- Saved data entries
+---+

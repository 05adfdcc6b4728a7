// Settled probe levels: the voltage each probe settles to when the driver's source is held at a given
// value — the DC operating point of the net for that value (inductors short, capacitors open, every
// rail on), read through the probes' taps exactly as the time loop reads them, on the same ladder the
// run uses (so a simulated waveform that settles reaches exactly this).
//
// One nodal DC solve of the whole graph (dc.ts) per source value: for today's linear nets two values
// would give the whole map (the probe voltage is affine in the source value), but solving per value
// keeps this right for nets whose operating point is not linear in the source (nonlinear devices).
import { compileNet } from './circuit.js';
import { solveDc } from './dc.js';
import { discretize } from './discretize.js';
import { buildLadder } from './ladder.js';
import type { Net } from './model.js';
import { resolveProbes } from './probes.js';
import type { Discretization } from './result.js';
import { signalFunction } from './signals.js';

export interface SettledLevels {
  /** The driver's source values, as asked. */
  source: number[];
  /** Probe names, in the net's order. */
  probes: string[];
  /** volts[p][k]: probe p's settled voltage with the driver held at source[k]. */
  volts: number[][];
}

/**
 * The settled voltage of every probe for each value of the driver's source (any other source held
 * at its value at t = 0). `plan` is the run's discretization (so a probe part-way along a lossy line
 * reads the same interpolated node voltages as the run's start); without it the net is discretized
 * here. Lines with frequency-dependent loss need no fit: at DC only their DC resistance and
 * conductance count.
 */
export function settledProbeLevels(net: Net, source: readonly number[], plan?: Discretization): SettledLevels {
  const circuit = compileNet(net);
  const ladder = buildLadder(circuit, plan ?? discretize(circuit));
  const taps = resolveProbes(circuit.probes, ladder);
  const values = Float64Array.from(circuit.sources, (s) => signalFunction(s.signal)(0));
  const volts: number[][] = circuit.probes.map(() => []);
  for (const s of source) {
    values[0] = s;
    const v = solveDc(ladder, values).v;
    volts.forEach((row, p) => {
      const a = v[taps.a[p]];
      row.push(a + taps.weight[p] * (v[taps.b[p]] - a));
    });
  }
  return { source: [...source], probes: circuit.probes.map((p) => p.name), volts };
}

+---+

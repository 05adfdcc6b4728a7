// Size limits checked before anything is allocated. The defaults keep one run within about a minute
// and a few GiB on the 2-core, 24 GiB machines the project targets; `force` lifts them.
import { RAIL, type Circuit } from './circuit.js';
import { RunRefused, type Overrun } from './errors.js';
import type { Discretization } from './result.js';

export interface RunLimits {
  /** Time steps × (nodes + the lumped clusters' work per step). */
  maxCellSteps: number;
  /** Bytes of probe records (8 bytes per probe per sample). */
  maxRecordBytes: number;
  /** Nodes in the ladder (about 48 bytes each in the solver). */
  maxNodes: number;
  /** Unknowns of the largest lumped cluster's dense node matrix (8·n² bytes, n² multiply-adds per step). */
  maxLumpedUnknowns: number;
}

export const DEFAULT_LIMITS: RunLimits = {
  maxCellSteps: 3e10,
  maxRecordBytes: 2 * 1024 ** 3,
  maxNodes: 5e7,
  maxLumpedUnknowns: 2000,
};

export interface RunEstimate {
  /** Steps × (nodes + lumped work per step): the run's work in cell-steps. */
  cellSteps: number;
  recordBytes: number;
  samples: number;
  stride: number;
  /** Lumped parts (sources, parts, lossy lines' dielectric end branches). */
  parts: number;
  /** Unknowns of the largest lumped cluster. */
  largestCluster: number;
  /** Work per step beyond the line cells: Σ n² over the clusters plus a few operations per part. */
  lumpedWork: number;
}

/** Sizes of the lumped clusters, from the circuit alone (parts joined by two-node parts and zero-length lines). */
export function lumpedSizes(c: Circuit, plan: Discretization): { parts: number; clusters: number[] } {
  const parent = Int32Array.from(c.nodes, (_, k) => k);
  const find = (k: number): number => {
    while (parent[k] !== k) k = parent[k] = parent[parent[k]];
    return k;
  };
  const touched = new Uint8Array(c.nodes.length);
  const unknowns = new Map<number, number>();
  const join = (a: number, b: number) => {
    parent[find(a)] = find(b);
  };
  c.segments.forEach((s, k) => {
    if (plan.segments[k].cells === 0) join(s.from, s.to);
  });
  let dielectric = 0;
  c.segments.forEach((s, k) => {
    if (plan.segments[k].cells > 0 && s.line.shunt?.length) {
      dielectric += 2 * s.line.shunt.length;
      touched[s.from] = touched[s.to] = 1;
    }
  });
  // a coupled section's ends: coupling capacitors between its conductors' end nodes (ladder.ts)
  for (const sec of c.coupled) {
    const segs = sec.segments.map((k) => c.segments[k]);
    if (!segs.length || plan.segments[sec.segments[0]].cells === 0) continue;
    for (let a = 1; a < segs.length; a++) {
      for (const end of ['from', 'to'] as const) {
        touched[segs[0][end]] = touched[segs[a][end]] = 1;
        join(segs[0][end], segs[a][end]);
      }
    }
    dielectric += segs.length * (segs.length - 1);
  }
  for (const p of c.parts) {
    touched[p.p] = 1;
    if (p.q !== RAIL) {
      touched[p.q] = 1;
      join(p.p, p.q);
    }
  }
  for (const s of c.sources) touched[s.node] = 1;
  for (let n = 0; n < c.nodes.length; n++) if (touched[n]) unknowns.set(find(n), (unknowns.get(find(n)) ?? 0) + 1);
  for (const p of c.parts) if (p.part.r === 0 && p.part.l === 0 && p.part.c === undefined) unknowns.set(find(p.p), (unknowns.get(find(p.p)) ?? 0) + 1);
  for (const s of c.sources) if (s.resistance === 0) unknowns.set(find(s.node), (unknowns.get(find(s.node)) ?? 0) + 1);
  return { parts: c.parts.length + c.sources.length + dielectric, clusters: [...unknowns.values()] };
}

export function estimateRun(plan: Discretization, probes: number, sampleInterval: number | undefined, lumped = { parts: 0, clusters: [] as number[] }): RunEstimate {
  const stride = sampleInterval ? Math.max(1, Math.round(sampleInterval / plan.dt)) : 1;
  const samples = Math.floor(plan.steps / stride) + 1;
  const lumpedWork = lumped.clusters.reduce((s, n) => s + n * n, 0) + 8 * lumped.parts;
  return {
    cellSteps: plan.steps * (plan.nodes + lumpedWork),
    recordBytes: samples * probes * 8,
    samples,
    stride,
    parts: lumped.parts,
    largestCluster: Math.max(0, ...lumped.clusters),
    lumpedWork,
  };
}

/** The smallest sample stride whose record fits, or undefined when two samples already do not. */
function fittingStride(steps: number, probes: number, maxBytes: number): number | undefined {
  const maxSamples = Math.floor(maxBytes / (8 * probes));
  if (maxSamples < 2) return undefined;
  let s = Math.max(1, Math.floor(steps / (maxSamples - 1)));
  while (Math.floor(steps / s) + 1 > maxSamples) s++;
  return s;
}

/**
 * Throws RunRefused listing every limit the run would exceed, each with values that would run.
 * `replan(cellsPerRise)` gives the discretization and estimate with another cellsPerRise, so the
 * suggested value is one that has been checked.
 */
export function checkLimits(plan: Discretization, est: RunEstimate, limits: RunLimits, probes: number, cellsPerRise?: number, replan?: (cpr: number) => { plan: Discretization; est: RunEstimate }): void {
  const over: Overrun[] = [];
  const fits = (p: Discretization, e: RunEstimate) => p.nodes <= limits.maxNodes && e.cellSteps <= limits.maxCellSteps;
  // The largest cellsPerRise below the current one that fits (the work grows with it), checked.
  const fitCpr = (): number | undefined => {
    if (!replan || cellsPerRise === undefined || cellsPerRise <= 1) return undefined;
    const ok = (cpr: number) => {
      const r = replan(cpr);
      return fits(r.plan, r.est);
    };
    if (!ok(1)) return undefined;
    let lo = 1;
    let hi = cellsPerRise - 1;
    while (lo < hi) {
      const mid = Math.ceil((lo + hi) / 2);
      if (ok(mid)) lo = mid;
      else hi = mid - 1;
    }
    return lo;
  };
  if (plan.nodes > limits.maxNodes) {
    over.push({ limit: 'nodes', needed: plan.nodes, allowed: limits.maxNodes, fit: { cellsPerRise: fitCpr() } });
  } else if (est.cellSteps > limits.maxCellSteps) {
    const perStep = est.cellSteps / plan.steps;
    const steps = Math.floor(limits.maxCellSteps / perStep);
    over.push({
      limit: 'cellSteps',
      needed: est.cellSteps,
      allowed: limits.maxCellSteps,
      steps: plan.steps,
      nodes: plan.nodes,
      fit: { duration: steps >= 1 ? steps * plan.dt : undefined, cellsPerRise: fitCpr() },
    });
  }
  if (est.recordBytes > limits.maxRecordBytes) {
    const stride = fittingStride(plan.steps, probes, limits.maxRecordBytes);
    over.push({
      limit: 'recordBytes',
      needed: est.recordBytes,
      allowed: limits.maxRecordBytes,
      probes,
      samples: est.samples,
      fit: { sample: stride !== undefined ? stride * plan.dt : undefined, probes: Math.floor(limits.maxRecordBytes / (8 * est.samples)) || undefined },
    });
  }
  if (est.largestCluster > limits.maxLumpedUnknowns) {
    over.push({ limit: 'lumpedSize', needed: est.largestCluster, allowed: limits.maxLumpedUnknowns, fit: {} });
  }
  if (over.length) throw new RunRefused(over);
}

+---+

- Required action
The lines above that hold the word "compileNet" should be found and copied out.

- Exercise output
import { compileNet } from './circuit.js';
  const circuit = compileNet(net);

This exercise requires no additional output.